Aim of the exercise —
All entries must be transcribed without a single difference.

Source material —

// What stands on the site, as checked values with units. Loading and its errors are beside this file.
import type { ScanTableDialect } from '../../drivers/analyzer/scan-table/scan-table-dialect.ts';
import type { ScpiDialect } from '../../drivers/analyzer/scpi-templates.ts';
import type { AxisSetup } from '../../drivers/positioner/positioner.ts';

/** Where a device is reached. */
export type LinkAddress =
  | { kind: 'tcp'; host: string; port: number }
  | { kind: 'serial'; path: string; baud: number };

export interface RangeAxis extends AxisSetup {
  /** Pattern angle = sense × (position − boresightDeg), wrapped to (−180°, 180°]. */
  sense: 1 | -1;
  boresightDeg: number;
}

export interface ReferenceAntenna {
  name: string;
  /** `ieee`: without mismatch loss, corrected with the measured S11; `realized`: with it. */
  stated: 'ieee' | 'realized';
  /** Ascending in frequency; interpolated linearly in between, never beyond its ends. */
  table: readonly { frequencyHz: number; gainDbi: number }[];
  /** Standard uncertainty of the table where its owner knows it. */
  uncertaintyDb?: number;
  /** Largest dimension. */
  sizeM?: number;
}

/** How a motion controller is spoken to: status reports in angle brackets, or `M114` behind an `M400`. */
export type ControllerFamily = 'realtime-status' | 'position-report';

export interface RangeFile {
  /** Absolute path and text as read. */
  path: string;
  text: string;
  name: string;
  rangeLengthM: number;
  heights?: { rangeAntennaM: number; autM: number };
  /** From the line between the antennas to the nearest wall or other large surface along it. */
  nearestWallM?: number;
  /** From the rotation axis to the middle of the AUT. */
  autOffsetM?: number;
  /** All that cables, adapters and pads take between the analyzer's ports and both antennas, together. */
  cableLossDb?: number;
  /** Power density that nobody shall be exposed to, where the operator's own limit is to be used. */
  cautionLimitWM2?: number;
  analyzer: {
    link: LinkAddress;
    dialect: ScpiDialect | ScanTableDialect;
    /** The port the AUT is connected to; the range antenna is on the other of 1 and 2. */
    autPort: 1 | 2;
    trace: { format: 'real64' | 'real32' | 'ascii'; byteOrder: 'normal' | 'swapped' };
    /** Mean noise of the receiver without a signal, at the IF bandwidth it was read with. */
    noiseFloor?: { levelDbm: number; ifBandwidthHz: number };
  };
  positioner: { link: LinkAddress; family: ControllerFamily; axes: readonly RangeAxis[] };
  rangeAntenna: string;
  /** Largest dimension of the range antenna, and its gain as far as it is known. */
  rangeAntennaSizeM?: number;
  rangeAntennaGainDbi?: number;
  reference?: ReferenceAntenna;
  /** Absolute path of the archive. */
  archive: string;
}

Exercise result —
// What stands on the site, as checked values with units. Loading and its errors are beside this file.
import type { ScanTableDialect } from '../../drivers/analyzer/scan-table/scan-table-dialect.ts';
import type { ScpiDialect } from '../../drivers/analyzer/scpi-templates.ts';
import type { AxisSetup } from '../../drivers/positioner/positioner.ts';

/** Where a device is reached. */
export type LinkAddress =
  | { kind: 'tcp'; host: string; port: number }
  | { kind: 'serial'; path: string; baud: number };

export interface RangeAxis extends AxisSetup {
  /** Pattern angle = sense × (position − boresightDeg), wrapped to (−180°, 180°]. */
  sense: 1 | -1;
  boresightDeg: number;
}

export interface ReferenceAntenna {
  name: string;
  /** `ieee`: without mismatch loss, corrected with the measured S11; `realized`: with it. */
  stated: 'ieee' | 'realized';
  /** Ascending in frequency; interpolated linearly in between, never beyond its ends. */
  table: readonly { frequencyHz: number; gainDbi: number }[];
  /** Standard uncertainty of the table where its owner knows it. */
  uncertaintyDb?: number;
  /** Largest dimension. */
  sizeM?: number;
}

/** How a motion controller is spoken to: status reports in angle brackets, or `M114` behind an `M400`. */
export type ControllerFamily = 'realtime-status' | 'position-report';

export interface RangeFile {
  /** Absolute path and text as read. */
  path: string;
  text: string;
  name: string;
  rangeLengthM: number;
  heights?: { rangeAntennaM: number; autM: number };
  /** From the line between the antennas to the nearest wall or other large surface along it. */
  nearestWallM?: number;
  /** From the rotation axis to the middle of the AUT. */
  autOffsetM?: number;
  /** All that cables, adapters and pads take between the analyzer's ports and both antennas, together. */
  cableLossDb?: number;
  /** Power density that nobody shall be exposed to, where the operator's own limit is to be used. */
  cautionLimitWM2?: number;
  analyzer: {
    link: LinkAddress;
    dialect: ScpiDialect | ScanTableDialect;
    /** The port the AUT is connected to; the range antenna is on the other of 1 and 2. */
    autPort: 1 | 2;
    trace: { format: 'real64' | 'real32' | 'ascii'; byteOrder: 'normal' | 'swapped' };
    /** Mean noise of the receiver without a signal, at the IF bandwidth it was read with. */
    noiseFloor?: { levelDbm: number; ifBandwidthHz: number };
  };
  positioner: { link: LinkAddress; family: ControllerFamily; axes: readonly RangeAxis[] };
  rangeAntenna: string;
  /** Largest dimension of the range antenna, and its gain as far as it is known. */
  rangeAntennaSizeM?: number;
  rangeAntennaGainDbi?: number;
  reference?: ReferenceAntenna;
  /** Absolute path of the archive. */
  archive: string;
}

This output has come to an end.